_Instructions for the task_
In the entries below, find the line with "pair, the field" and print exactly every line from there up to and including the line with "from engine_support import", with no other lines.

_Record set_
▬▬▬▬▬▬

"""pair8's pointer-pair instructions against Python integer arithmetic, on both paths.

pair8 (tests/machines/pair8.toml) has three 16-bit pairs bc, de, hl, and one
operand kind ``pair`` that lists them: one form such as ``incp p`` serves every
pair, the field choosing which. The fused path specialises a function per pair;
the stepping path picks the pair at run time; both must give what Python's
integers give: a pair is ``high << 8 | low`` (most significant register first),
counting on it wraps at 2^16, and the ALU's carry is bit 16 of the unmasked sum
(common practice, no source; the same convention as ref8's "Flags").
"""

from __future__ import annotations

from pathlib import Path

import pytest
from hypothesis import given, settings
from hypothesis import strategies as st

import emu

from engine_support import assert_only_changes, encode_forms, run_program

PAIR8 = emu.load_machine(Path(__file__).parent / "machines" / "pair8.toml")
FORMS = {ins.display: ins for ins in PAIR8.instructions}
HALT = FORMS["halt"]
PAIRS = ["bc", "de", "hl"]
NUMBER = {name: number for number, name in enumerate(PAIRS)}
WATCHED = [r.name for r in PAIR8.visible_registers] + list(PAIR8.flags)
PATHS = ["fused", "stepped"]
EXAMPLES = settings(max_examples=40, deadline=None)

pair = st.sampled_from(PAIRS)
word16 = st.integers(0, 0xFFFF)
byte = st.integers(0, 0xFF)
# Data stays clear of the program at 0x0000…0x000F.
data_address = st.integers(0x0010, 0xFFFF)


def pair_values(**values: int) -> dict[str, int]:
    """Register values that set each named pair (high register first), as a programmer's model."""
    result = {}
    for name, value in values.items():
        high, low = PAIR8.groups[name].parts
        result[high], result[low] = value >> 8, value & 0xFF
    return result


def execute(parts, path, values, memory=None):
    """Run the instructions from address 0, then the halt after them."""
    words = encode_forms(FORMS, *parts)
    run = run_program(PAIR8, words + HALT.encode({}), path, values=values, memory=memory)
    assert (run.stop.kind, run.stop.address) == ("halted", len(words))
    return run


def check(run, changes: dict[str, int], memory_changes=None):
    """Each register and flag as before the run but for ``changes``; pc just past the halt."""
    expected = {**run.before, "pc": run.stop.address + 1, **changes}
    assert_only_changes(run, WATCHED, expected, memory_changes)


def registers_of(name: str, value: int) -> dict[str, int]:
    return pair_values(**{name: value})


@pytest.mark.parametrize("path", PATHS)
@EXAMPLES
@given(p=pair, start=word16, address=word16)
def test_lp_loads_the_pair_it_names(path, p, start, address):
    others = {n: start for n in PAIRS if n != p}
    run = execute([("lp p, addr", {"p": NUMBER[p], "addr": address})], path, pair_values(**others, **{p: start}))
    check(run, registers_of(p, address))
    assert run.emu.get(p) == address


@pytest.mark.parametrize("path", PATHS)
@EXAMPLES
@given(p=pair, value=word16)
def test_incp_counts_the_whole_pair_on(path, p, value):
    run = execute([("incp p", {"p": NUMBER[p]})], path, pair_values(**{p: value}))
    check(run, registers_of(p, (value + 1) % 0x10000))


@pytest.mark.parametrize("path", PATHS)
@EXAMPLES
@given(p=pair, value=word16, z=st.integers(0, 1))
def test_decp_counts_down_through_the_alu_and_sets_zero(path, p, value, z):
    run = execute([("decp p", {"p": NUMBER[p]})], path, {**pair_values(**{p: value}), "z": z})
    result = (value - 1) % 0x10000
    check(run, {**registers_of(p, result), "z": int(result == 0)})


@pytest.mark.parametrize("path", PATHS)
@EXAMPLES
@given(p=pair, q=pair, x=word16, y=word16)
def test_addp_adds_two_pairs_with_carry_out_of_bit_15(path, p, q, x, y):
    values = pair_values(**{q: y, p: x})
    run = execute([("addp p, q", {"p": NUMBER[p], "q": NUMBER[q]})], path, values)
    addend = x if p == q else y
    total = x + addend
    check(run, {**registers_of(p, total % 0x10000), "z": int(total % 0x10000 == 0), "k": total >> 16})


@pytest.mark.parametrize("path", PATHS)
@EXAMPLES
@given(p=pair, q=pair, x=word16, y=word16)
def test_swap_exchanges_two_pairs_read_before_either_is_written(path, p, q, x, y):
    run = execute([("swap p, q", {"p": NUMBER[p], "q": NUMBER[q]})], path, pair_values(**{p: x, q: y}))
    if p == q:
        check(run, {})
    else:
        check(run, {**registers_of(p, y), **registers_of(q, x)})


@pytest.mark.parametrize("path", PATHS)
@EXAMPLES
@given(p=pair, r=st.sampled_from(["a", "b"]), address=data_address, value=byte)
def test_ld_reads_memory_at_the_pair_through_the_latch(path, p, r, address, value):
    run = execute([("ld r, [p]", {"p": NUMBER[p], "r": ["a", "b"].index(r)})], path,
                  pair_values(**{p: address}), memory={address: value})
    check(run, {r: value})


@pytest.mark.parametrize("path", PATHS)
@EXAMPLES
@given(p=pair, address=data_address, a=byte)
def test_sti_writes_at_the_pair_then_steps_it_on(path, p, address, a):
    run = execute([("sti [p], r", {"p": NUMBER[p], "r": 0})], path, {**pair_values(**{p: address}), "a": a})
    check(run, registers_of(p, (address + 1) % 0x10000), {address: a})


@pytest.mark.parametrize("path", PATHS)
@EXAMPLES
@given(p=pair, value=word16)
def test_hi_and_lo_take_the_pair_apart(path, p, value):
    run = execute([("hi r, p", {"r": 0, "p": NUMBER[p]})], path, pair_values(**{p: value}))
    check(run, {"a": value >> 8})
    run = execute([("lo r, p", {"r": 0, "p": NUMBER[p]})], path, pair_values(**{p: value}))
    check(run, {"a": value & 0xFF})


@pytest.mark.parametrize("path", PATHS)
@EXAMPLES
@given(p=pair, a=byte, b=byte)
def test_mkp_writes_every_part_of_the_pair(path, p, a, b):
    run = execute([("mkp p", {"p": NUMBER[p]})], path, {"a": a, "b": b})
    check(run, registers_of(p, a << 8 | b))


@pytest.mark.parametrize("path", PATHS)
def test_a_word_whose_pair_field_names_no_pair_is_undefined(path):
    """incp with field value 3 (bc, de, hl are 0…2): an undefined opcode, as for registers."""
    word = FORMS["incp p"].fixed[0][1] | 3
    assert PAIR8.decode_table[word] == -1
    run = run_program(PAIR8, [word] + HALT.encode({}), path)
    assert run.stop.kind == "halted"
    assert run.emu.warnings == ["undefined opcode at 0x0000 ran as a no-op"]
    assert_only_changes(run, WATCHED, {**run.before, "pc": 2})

▬▬▬▬▬▬

_Answer to this problem_
pair, the field choosing which. The fused path specialises a function per pair;
the stepping path picks the pair at run time; both must give what Python's
integers give: a pair is ``high << 8 | low`` (most significant register first),
counting on it wraps at 2^16, and the ALU's carry is bit 16 of the unmasked sum
(common practice, no source; the same convention as ref8's "Flags").
"""

from __future__ import annotations

from pathlib import Path

import pytest
from hypothesis import given, settings
from hypothesis import strategies as st

import emu

from engine_support import assert_only_changes, encode_forms, run_program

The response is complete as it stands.